Configuration
Catalog
Defaults
These are the final fallbacks you can set for required information for imported datasets. These will only be used if no other options are available from the dataset or a source specific setting.
Customizing Naming Validation
The software catalog has default constraints on naming for everything ingested. Given the length of some entities that may come from the data registry, you may need to alter the maximum length of an entity name. You can see how to do that here.
Filters
The Registry can be configured to exclude datasets from syncing to the Catalog. This may be useful for excluding test or dev tables for example. The 'filters' section of the config allows you to list out regex patterns that will be matched against to decide which dataset names to exclude.
The 'Catalog Exclusions' tab on the Data Overview Dashboard will display all datasets in the Registry which are currently being excluded from the catalog based on the configured filters.
Schedules
The schedule tab has three time configurable settings. The frequency setting accepts standard
cronjob
syntax. frequency
is how often the data stored in the registry will be written to the catalog.

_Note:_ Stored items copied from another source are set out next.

@rule(
    "output-nondeterministic",
    severity="warning",
    confidence="likely",
    scope="run",
    why="""
        A script that draws a different figure each time it runs cannot be checked against its committed
        figure, and the published figure is one draw among many. The usual cause is an unseeded random
        jitter of points (or a bootstrap confidence interval) drawn with a fresh random state on every run.
        Found by running each script twice in fresh sandboxes (`--twice`).
    """,
    fix="""
        Seed every random generator the script uses, e.g. `rng = np.random.default_rng(2024)` and draw the
        jitter from `rng`; for seaborn, pass `seed=` to the plotting call that bootstraps.
    """,
    sources=("Common practice: seeded random number generators make a figure reproducible run to run.",),
    bad="""
        import matplotlib.pyplot as plt
        import numpy as np
        growth = np.array([2.1, 2.4, 1.9, 2.8, 3.1, 2.6])
        jitter = np.random.default_rng().uniform(-0.1, 0.1, growth.size)
        fig, ax = plt.subplots()
        ax.scatter(jitter, growth)
        ax.set_ylabel("growth (mm)")
        fig.savefig("growth.png")
    """,
    good="""
        import matplotlib.pyplot as plt
        import numpy as np
        growth = np.array([2.1, 2.4, 1.9, 2.8, 3.1, 2.6])
        jitter = np.random.default_rng(2024).uniform(-0.1, 0.1, growth.size)
        fig, ax = plt.subplots()
        ax.scatter(jitter, growth)
        ax.set_ylabel("growth (mm)")
        fig.savefig("growth.png")
    """,
)
def output_nondeterministic(run: ScriptRun, context: RunContext, knobs: Knobs) -> Iterator[Hit]:
    """Two runs of the same script draw different output."""
    second = context.second_runs.get(run.path)
    compared = context.rerun_comparisons.get(run.path, ())
    if second is None and not compared:
        return
    script = Source(path=run.path)
    if second is not None and second.status != run.status:
        yield Hit(message=f"{run.path} ended {run.status} in one run and {second.status} in the other",
                  source=script, key="status")
        return
    figures2 = {f.id: f for f in second.figures} if second is not None else {}
    differences = {f.id: mark_differences(f, figures2[f.id]) for f in run.figures if f.id in figures2}
    by_output = {path: f for f in run.figures for path in f.outputs}
    by_id = {f.id: f for f in run.figures}
    reported: set[str] = set()
    for c in compared:
        if c.status in ("same", "missing-committed", "unreadable-committed", "unreadable-regenerated"):
            continue
        # a comparison is of a saved file (keyed by its path) or of a figure's rendering (keyed by figure id)
        fig = by_output.get(c.path) or by_id.get(c.path)
        label = f"figure {c.path}" if c.path in by_id else c.path
        phrases = differences.get(fig.id, []) if fig is not None else []
        if fig is not None:
            reported.add(fig.id)
        if c.status == "missing-regenerated":
            detail = "it was saved in the first run only"
        elif c.status == "size-mismatch":
            detail = f"{_size_text(c.committed_size)} in one run, {_size_text(c.regenerated_size)} in the other"
        else:
            detail = _rms_text(c) or "its content differs after dropping dates and ids"
        yield Hit(message=f"{label} differs between two runs of {run.path} ({detail}){_cause(phrases)}",
                  source=fig.source if fig is not None and fig.source is not None else script, key=c.path)
    if second is not None and len(run.figures) != len(second.figures):
        n = len(run.figures)
        yield Hit(message=f"{run.path} creates {n} figure{'s' * (n != 1)} in one run and {len(second.figures)} "
                          f"in the other", source=script, key="figures")
    for fig in run.figures:
        phrases = differences.get(fig.id, [])
        if phrases and fig.id not in reported:
            yield Hit(message=f"figure {fig.id} draws different marks in two runs{_cause(phrases)}",
                      source=fig.source or script, key=f"marks:{fig.id}")
    if second is not None:
        first_inputs = {ev.path: ev.sha256 for ev in run.events if ev.action == "read" and ev.sha256}
        for ev in second.events:
            before = first_inputs.get(ev.path)
            if ev.action == "read" and ev.sha256 and before and before != ev.sha256:
                yield Hit(message=f"{ev.path} had different contents in the two runs of {run.path}, "
                                  f"so its figures were drawn from different data",
                          source=ev.source or script, key=f"input:{ev.path}")
                first_inputs.pop(ev.path)


RULES = (figure_drift, input_missing, input_outside_repo, figure_orphan, output_nondeterministic)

For the other schedule options, they use a human readable time configuration. It will process the same way as the cron but may be easier to set for the other schedule tabs:
timeout
, how long a catalog sync runs before it’s considered timed out and ended so a new invocation can startinitialDelay
, how long the registry waits before the first sync starts
The example below has a timeout of 5 minutes for each scheduled sync and the registry would sync all datasets in it to the catalog every 5 minutes.
Registry
entityRetentionTimeInDays
controls how long entities (either datasets or dbt projects) will persist in the registry after they stop appearing in ingestions from the source systems. By default, this value is 0. Setting this config value to 10 for example, would mean an arbitrary BigQuery table would have to be missing from the ingestions for 10 consecutive days before being removed from Portal. Configuring this value to a higher number might be desirable if you want to be insulated from losing an entity's history if an entity was temporarily missing from an ingestion, but not truly deleted (testing out config changes, permissions changing, etc).

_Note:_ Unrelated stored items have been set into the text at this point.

def _tolerance_pct(text: str, capacitance_pf: Decimal) -> Decimal:
    """A tolerance cell as ± % of the value: ``5%``, ``±0.25pF``, ``+80/-20%``, ``5`` or a letter.

    An asymmetric tolerance counts by its larger side. A letter whose meaning tables dispute is
    refused: a plan must not rest on a guess.
    """
    from stock.markings.tolerance_codes import read_explicit_tolerance, read_tolerance_letter
    from stock.units import parse_percent

    token = text.strip().replace(" ", "").replace("+/-", "±").replace("+-", "±")
    tol = read_explicit_tolerance(token) or read_explicit_tolerance("±" + token.lstrip("±"))
    if tol is None and re.fullmatch(r"[A-Za-z]", token):
        reading = read_tolerance_letter(token, capacitance_pf)
        if reading is not None:
            doubt = next((f for f in reading.flags if f.kind in DOUBTFUL_FLAGS), None)
            if doubt is not None:
                raise Unreadable("tolerance", text, f"{doubt.message}; write it out (±5 %, ±10 %)")
            tol = reading.tolerance
    if tol is None:
        try:
            return parse_percent(token, "tolerance")
        except BadValue:
            raise Unreadable("tolerance", text, f"cannot read tolerance {text!r} (expected ±5 %, 10%,"
                             " +80/-20 %, ±0.25 pF or a letter code such as J or K)") from None
    return max(tol.as_percent(capacitance_pf))


def read_requirement(value_text: str, marking_text: str, columns: dict[str, str],
                     notes: str = "") -> dict[str, Any]:
    """The requirement fields of a capacitor line, from its value/marking and other columns.

    Returns a dict of :class:`BomLine` field values. The value column reads as a user value first
    (``100n``, ``4n7``, ``0.1uF``), then as a marking (``104K 100V``, ``2u2 50V X7R``), whose
    tolerance, voltage, dielectric and safety class count unless a column says otherwise.

    Raises:
        Unreadable: a cell cannot be read; ``column`` names the field.

    >>> r = read_requirement("150p", "", {"tolerance": "5%", "voltage": "100V", "dielectric": "NP0"})
    >>> r["capacitance_pf"], r["tol_pct"], r["voltage_v"], r["dielectric"].code
    (Decimal('150'), Decimal('5'), Decimal('100'), 'NP0')
    """
    from stock.markings.decoder import decode
    from stock.markings.typed_values import parse_capacitance, parse_voltage

    out: dict[str, Any] = {}
    remarks: list[str] = []
    marking = None
    capacitance: Decimal | None = None
    first_failure: Unreadable | None = None
    for text, column in ((value_text, "value"), (marking_text, "marking")):
        if not text:
            continue
        decoded = decode(text)
        doubt = next((f for f in decoded.flags if f.kind in DOUBTFUL_FLAGS), None)
        if doubt is not None:
            # A plan built on a guessed value could pull the wrong part: ask for a clear one.
            raise Unreadable(column, text, f"{doubt.message}; write the value with its unit"
                             " (150p, 4n7, 0.1u)")
        try:
            value = parse_capacitance(text, what=column)
        except BadValue as exc:
            value = decoded.capacitance_pf
            if value is None:
                first_failure = first_failure or Unreadable(column, text, str(exc))
                continue
            remarks.extend(f.message for f in decoded.flags)
        if capacitance is not None and value != capacitance:
            from stock.units import format_capacitance

            raise Unreadable(column, text, f"marking {text!r} reads {format_capacitance(value)},"
                             f" the value says {format_capacitance(capacitance)}")
        capacitance = capacitance if capacitance is not None else value
        if marking is None or column == "marking":
            marking = decoded
    if capacitance is None:
        raise first_failure or Unreadable("value", value_text, "no value or marking given")
    if capacitance <= 0:
        raise Unreadable("value", value_text, "a capacitance must be more than zero")
    out["capacitance_pf"] = capacitance
    if marking is not None:
        if marking.tolerance is not None:
            tol = marking.tolerance.as_percent(capacitance)
            out["tol_pct"] = max(tol) if tol else None
        out["voltage_v"] = marking.voltage_v
        out["voltage_kind"] = marking.voltage_kind if marking.voltage_v is not None else None
        out["dielectric"] = marking.dielectric
        out["safety_class"] = marking.safety_class
        out["polarised"] = marking.polarity is not None
    if columns.get("tolerance"):
        out["tol_pct"] = _tolerance_pct(columns["tolerance"], capacitance)
    if columns.get("voltage"):
        text = columns["voltage"]
        safety = SAFETY_CLASS_RE.search(text)     # "275VAC X2" in one cell
        if safety:
            out["safety_class"] = safety.group(1).upper()
            text = (text[:safety.start()] + text[safety.end():]).strip()
        try:
            out["voltage_v"] = parse_voltage(text, "voltage")
        except BadValue as exc:
            raise Unreadable("voltage", text, f"cannot read voltage {text!r} (expected 50V,"
                             " 250 V AC, 1kV)") from exc
        out["voltage_kind"] = "AC" if re.search(r"AC|~|VAC", text, re.IGNORECASE) else "DC"
    for column in ("dielectric",):
        text = columns.get(column, "")
        if not text:
            continue
        for token in re.split(r"[,;/\s]+", text):
            if not token:
                continue
            safety = SAFETY_CLASS_RE.fullmatch(token)
            if safety:
                out["safety_class"] = safety.group(1).upper()
                continue
            dielectric = _dielectric_token(token)
            if dielectric is not None:
                out["dielectric"] = dielectric
                continue
            if _POLAR_WORDS.fullmatch(token):
                out["polarised"] = True
                continue
            try:
                window = _tempco_window(token)
            except BadValue as exc:
                raise Unreadable(column, text, f"cannot read {token!r} as a dielectric, tempco or"
                                 " safety class (expected C0G, X7R, N750, 0±30, polypropylene,"
                                 " X2 ...)") from exc
            out["tempco_min"], out["tempco_max"] = window
    if columns.get("tempco"):
        try:
            out["tempco_min"], out["tempco_max"] = _tempco_window(columns["tempco"])
        except BadValue as exc:
            raise Unreadable("tempco", columns["tempco"], str(exc)) from exc
    dielectric = out.get("dielectric")
    if (dielectric is not None and dielectric.klass == 1 and "tempco_min" not in out
            and dielectric.tempco_ppm_per_k is not None and dielectric.tempco_tol_ppm_per_k is not None):
        out["tempco_min"] = dielectric.tempco_ppm_per_k - dielectric.tempco_tol_ppm_per_k
        out["tempco_max"] = dielectric.tempco_ppm_per_k + dielectric.tempco_tol_ppm_per_k
    if dielectric is not None and dielectric.family in POLARISED_FAMILIES:
        out["polarised"] = True
    if _POLAR_WORDS.search(f"{value_text} {notes}") and not (dielectric and dielectric.family in
                                                             ("bipolar-electrolytic",)):
        out["polarised"] = True
    if columns.get("application"):
        out["application"] = _application(columns["application"])
    if out.get("safety_class") and out.get("application") in (None, "mains"):
        out["application"] = "mains"
    elif out.get("safety_class"):
        raise Unreadable("application", columns.get("application", ""),
                         f"a {out['safety_class']} safety part is a mains part, not "
                         f"{out['application']!r}")
    if out.get("application") == "mains" and not out.get("safety_class"):
        raise Unreadable("application", columns.get("application", "mains"),
                         "a mains line must name its safety class (X1, X2, Y1, Y2 ...): the class"
                         " decides which parts may go there")
    out["remarks"] = tuple(remarks)
    return {k: v for k, v in out.items() if v is not None}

For example, say a BigQuery table was ingested into the Data Registry, but then deleted the next day. In the next scheduled BigQuery ingestion, this table represented in the Data Registry would be removed from the Registry, and eventually the Software Catalog. This means there would no longer be a Dataset Entity page for this table, nor any reference to it in Portal. If the table is added back in BigQuery itself, then it will be re-ingested into the Data Registry (and sync into the Software Catalog).
History
The registry keeps history for easier reference or rollbacks of data. The default setting if not configured is 90 days worth
of data but this can be fine tuned in the registry
configs by setting retentionTimeInDays
.
cleanup
schedules how often data past its retention is cleaned up from the history. The scheduler is in the same format as
the catalog sync. The default is every day at midnight if unset.
record
is a finer scheduler that determines how often a snapshot of the registry is taken. The scheduler is in the same format
as the catalog sync. The default if unset is every 12 hours.
Integration Defaults
The registry has default settings available for scheduling also. These defaults are for how often the sources will sync to the registry if it is not explicitly defined at an individual source level. The config settings are the same available on the catalog, reference Schedules above.